When listening to Badenoch speak, it is important to take a moment to appreciate the scale of the delusion she has constructed around herself. The 2024 general election, in her mind, was not the wholesale rejection of the Conservative Party by voters. It was Nigel Farage’s fault: “Reform split the vote and let hundreds more Labour MPs in than there should have been.” She says it is “because of Reform” that “we have now the smallest opposition ever”. She genuinely believes – in a country that would have nailed itself to a burning, shit-filled cactus before it voted for another five years of Tory rule – that had it not been for Reform “we would probably have had a hung parliament”.
But then, once you start saying things so implausible, you can say anything. You can describe yourself, as Badenoch does, as “one of the most qualified people” to be prime minister. You can say, without a shred of irony, that the MPs defecting from your party are “drama queens” obsessed with “their dwindling Twitter followers”. And then, most impressively of all, she said this: “There are some people… they’re always complaining. It’s always someone else’s fault, and it’s never them. Everybody has someone like that.” Oh, do they? Is there someone like that in the Conservative Party? Who could it be!
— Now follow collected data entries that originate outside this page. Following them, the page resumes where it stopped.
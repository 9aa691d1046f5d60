package benchtrue.run;

import benchtrue.estimate.RunComparison;
import benchtrue.model.Interval;
import java.time.Duration;
import java.time.Instant;
import java.util.ArrayList;
import java.util.Comparator;
import java.util.LinkedHashMap;
import java.util.List;
import java.util.Map;
import org.jspecify.annotations.Nullable;

/**
 * One unknown over several runs.
 *
 * @param values oldest first
 * @param dated whether all runs have a recorded start: then time counts in days from the first, else in runs from 0
 * @param limits of the last run that has some; null: none
 */
public record ComparedUnknown(
        String name,
        String unit,
        List<Value> values,
        boolean dated,
        @Nullable Interval limits,
        RunComparison comparison) {
    private static final double SECONDS_PER_DAY = 86_400;
    private static final String OWN = "readings";

    /**
     * What one run says.
     *
     * @param ownU standard uncertainty from its readings alone: what else is declared, the runs share
     */
    public record Value(String run, double time, Closing.Unknown unknown, double ownU, double ownDegreesOfFreedom) {}

    /** The unknowns that at least two of the runs determined, in the same unit; runs in the order of their start, else as given. */
    public static List<ComparedUnknown> of(List<Closing> closings) {
        boolean dated = closings.stream().allMatch(c -> c.startedUtc() != null);
        List<Closing> ordered = new ArrayList<>(closings);
        if (dated) {
            ordered.sort(Comparator.comparing(Closing::startedUtc, Comparator.nullsLast(Comparator.naturalOrder())));
        }
        Map<String, List<Value>> values = new LinkedHashMap<>();
        for (int i = 0; i < ordered.size(); i++) {
            Closing closing = ordered.get(i);
            double time = dated ? days(ordered.get(0).startedUtc(), closing.startedUtc()) : i;
            for (Closing.Relation relation : closing.relations()) {
                for (Closing.Unknown unknown : relation.unknowns()) {
                    add(values, closing.sourceName(), time, unknown);
                }
            }
        }
        return values.values().stream()
                .filter(v -> v.size() > 1)
                .map(v -> of(v, dated))
                .toList();
    }

    private static double days(@Nullable Instant first, @Nullable Instant start) {
        return first == null || start == null
                ? Double.NaN
                : Duration.between(first, start).toMillis() / 1000.0 / SECONDS_PER_DAY;
    }

    /** An unknown that stands in two relations of a run counts once. */
    private static void add(Map<String, List<Value>> values, String run, double time, Closing.Unknown unknown) {
        if (!unknown.determined()) {
            return;
        }
        List<Value> same = values.computeIfAbsent(unknown.name() + '\n' + unknown.unit(), k -> new ArrayList<>());
        if (same.stream().anyMatch(v -> v.run().equals(run) && v.time() == time)) {
            return;
        }
        Closing.Contribution own = unknown.budget().stream()
                .filter(c -> c.name().equals(OWN))
                .findFirst()
                .orElse(new Closing.Contribution(OWN, unknown.standardUncertainty(), unknown.degreesOfFreedom()));
        same.add(new Value(run, time, unknown, own.standardUncertainty(), own.degreesOfFreedom()));
    }

    private static ComparedUnknown of(List<Value> values, boolean dated) {
        Interval limits = null;
        for (Value value : values) {
            limits = value.unknown().limits() == null ? limits : value.unknown().limits();
        }
        List<RunComparison.RunValue> runs = values.stream()
                .map(v ->
                        new RunComparison.RunValue(v.time(), v.unknown().estimate(), v.ownU(), v.ownDegreesOfFreedom()))
                .toList();
        Closing.Unknown first = values.get(0).unknown();
        return new ComparedUnknown(
                first.name(), first.unit(), List.copyOf(values), dated, limits, RunComparison.of(runs, limits));
    }

    /** Whether a neighbour disagrees, a run stands apart, or a value lies outside its limits. */
    public boolean isFinding() {
        for (int i = 0; i < values.size(); i++) {
            double estimate = values.get(i).unknown().estimate();
            boolean outside = limits != null && !limits.contains(estimate);
            if (outside || comparison.outlier()[i] || Math.abs(comparison.agreement()[i]) > 1) {
                return true;
            }
        }
        return false;
    }
}
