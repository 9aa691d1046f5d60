package benchtrue.run;

/** How a replay is driven. Leaves no trace in the record. */
public sealed interface Control extends Message {
    record Pause() implements Control {}

    record Resume() implements Control {}

    /** One reading, then paused again. */
    record Step() implements Control {}

    record Faster() implements Control {}

    record Slower() implements Control {}

    /** As fast as it goes until the next alarm is raised, then paused. */
    record NextAlarm() implements Control {}

    /** As fast as it goes to this time of the run, from the start where it lies behind, then paused. */
    record JumpTo(double seconds) implements Control {}

    /** Back to the start. */
    record Restart() implements Control {}

    /** Compute the closing summary over what has been read so far and show it. */
    record Summarise() implements Control {}

    /** Observe the channels from now on, for the set-up; until another one begins or it ends. */
    record BeginSpell() implements Control {}

    record EndSpell() implements Control {}

    /** End the run here. */
    record Close() implements Control {}
}
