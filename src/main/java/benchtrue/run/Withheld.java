package benchtrue.run;

import benchtrue.alarm.Alarm;

/** Why a verdict is withheld. */
final class Withheld {
    private Withheld() {}

    static String because(Alarm alarm) {
        return alarm.kind().word() + " alarm " + alarm.id() + " stands";
    }
}
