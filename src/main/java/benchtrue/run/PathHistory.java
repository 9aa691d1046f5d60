package benchtrue.run;

import java.util.Arrays;

/**
 * The path of some quantities over a run of any length in a fixed space: when it is full, every other point is dropped and
 * from then on half as many are kept. Points stay evenly spaced in readings.
 */
final class PathHistory {
    private final double[][] columns;
    private int size;
    private long stride = 1;
    private long offered;

    /** @param capacity how many points at most; even */
    PathHistory(int quantities, int capacity) {
        columns = new double[quantities][capacity];
    }

    /** Whether the next point is to be kept; to be asked once for each reading, so that a dropped one costs nothing. */
    boolean wants() {
        return offered++ % stride == 0;
    }

    void set(int quantity, double value) {
        columns[quantity][size] = value;
    }

    /** Closes the point whose quantities were set. */
    void keep() {
        size++;
        if (size == columns[0].length) {
            halve();
        }
    }

    private void halve() {
        for (double[] column : columns) {
            for (int i = 0; i < size / 2; i++) {
                column[i] = column[2 * i];
            }
        }
        size /= 2;
        stride *= 2;
    }

    void clear() {
        size = 0;
        stride = 1;
        offered = 0;
    }

    /** A copy, oldest first. */
    double[] copy(int quantity) {
        return Arrays.copyOf(columns[quantity], size);
    }
}
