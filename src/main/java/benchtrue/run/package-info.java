/** The loop from reading to estimate, alarm and snapshot; the threads and the clock that drive it; what the operator did. */
package benchtrue.run;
But why stop there? Why not compare yourself to your party’s most successful leader? “Fifty years ago,” Badenoch says of Margaret Thatcher, “she was doing the job I’m doing now… and people had written her off in her first two years. They thought she was a placeholder. They laughed at her.” This is true, but the similarities end there. Thatcher had a theory of power. She had been thinking about the state and the economy since she was an undergraduate. She had convictions about the money supply and Britain’s place in the world. Her policies were, whatever you think of them, consistent with a worldview. Can you imagine Badenoch telling her staff “this is what we believe” and pointing to anything other than a tweet? “She wasn’t trying to be popular,” she says of Thatcher, wilfully misunderstanding Thatcher’s success in building a coalition of voters. Badenoch, on the other hand, finds centrists repugnant. In January she instructed those not dedicated to her party’s rightward lurch to “get out of the way”. To this audience she opines: “I don’t think Reform are to the right of us.”
On her way out, Badenoch pauses to shake a few hands. A young man requests a picture with her. I ask him what he thinks of her leadership, and he shrugs. “I’m not really a Kemi fan,” he says, before adding: “I’m more into Boris Johnson.” How quickly history rotates. Badenoch is courting the young with her vituperative online persona, the barbs she throws across the Commons in the hope they’ll be shared across X, but the young have already resumed their interest in yesterday’s clown. Perhaps they’ll learn to find her amusing, one day. But not yet.